• **PROBLEM DETAILS**
Whenever the string "clocks" turns up in a line below, that line should be copied.

[Saved data entries]
——

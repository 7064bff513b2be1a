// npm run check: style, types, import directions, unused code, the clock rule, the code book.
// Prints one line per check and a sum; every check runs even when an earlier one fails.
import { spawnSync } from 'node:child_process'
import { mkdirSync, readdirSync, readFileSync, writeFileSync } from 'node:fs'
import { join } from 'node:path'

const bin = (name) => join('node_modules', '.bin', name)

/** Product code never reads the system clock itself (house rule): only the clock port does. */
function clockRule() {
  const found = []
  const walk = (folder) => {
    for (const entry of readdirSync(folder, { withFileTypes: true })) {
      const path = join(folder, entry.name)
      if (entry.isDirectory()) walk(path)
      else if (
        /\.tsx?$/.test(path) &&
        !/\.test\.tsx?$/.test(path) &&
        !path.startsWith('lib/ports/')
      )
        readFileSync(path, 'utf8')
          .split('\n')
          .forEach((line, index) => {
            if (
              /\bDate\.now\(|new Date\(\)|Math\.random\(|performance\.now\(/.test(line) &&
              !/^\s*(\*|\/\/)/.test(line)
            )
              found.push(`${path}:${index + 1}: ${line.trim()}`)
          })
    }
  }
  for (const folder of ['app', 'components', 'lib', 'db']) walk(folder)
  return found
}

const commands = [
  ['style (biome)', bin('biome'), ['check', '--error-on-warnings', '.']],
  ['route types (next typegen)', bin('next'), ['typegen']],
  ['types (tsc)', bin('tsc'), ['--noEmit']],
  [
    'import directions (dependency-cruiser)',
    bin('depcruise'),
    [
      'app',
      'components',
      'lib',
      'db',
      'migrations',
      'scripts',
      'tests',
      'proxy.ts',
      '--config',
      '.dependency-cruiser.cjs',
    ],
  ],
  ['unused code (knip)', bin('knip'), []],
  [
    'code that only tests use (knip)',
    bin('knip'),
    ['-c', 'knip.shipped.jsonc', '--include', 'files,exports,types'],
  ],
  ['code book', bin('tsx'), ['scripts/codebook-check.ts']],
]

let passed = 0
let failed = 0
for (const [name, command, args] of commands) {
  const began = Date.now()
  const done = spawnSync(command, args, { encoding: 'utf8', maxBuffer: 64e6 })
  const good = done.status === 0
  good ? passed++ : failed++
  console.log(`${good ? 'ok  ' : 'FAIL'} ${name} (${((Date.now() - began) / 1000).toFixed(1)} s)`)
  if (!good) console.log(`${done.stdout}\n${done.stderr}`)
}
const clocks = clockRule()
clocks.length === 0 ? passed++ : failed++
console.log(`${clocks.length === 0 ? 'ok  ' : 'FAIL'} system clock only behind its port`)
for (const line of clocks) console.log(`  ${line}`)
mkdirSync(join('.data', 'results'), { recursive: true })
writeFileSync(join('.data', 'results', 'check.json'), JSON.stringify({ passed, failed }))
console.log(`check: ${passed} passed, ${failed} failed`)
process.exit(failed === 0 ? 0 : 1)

——

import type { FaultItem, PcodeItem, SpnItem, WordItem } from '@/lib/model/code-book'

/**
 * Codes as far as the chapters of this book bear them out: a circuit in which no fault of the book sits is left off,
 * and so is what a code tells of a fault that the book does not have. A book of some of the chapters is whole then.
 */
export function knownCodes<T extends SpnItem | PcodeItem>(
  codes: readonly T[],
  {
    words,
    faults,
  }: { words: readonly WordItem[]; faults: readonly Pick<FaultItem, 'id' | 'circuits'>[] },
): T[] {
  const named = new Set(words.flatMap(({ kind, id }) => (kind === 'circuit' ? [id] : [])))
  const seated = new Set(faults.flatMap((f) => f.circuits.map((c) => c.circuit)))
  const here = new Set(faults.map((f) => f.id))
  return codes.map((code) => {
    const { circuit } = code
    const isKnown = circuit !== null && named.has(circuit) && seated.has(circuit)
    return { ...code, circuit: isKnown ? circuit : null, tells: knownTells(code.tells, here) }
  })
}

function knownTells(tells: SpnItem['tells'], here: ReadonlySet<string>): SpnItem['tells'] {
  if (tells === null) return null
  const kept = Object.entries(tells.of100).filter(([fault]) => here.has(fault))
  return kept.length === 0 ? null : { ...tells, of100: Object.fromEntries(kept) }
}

——

• **TASK RESULT**
const clocks = clockRule()
clocks.length === 0 ? passed++ : failed++
console.log(`${clocks.length === 0 ? 'ok  ' : 'FAIL'} system clock only behind its port`)
for (const line of clocks) console.log(`  ${line}`)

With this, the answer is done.